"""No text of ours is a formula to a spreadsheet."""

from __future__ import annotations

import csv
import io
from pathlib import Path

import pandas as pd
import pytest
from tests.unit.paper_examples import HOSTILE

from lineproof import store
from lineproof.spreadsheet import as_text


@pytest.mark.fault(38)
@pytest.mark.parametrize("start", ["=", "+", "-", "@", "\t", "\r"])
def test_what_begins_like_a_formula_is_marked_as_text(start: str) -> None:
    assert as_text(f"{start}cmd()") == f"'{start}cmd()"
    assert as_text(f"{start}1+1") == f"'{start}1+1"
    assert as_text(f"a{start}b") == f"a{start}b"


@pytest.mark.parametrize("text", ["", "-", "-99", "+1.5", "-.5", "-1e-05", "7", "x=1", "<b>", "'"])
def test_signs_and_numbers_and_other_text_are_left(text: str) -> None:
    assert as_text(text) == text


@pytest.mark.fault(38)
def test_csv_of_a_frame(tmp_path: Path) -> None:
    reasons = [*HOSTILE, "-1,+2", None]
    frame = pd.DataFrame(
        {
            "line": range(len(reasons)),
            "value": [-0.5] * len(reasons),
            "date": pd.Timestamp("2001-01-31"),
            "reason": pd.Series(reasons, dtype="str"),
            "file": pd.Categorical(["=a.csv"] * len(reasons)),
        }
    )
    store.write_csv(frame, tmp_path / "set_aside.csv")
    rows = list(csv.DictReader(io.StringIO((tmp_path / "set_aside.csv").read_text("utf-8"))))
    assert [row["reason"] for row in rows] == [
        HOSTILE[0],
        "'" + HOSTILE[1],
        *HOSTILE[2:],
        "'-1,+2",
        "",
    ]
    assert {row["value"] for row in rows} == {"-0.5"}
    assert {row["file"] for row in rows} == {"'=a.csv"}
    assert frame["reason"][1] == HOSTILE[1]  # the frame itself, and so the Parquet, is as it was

_Requirement_: For each line above that includes "value", make a copy.

_Answer to this exercise_:
            "value": [-0.5] * len(reasons),
    assert {row["value"] for row in rows} == {"-0.5"}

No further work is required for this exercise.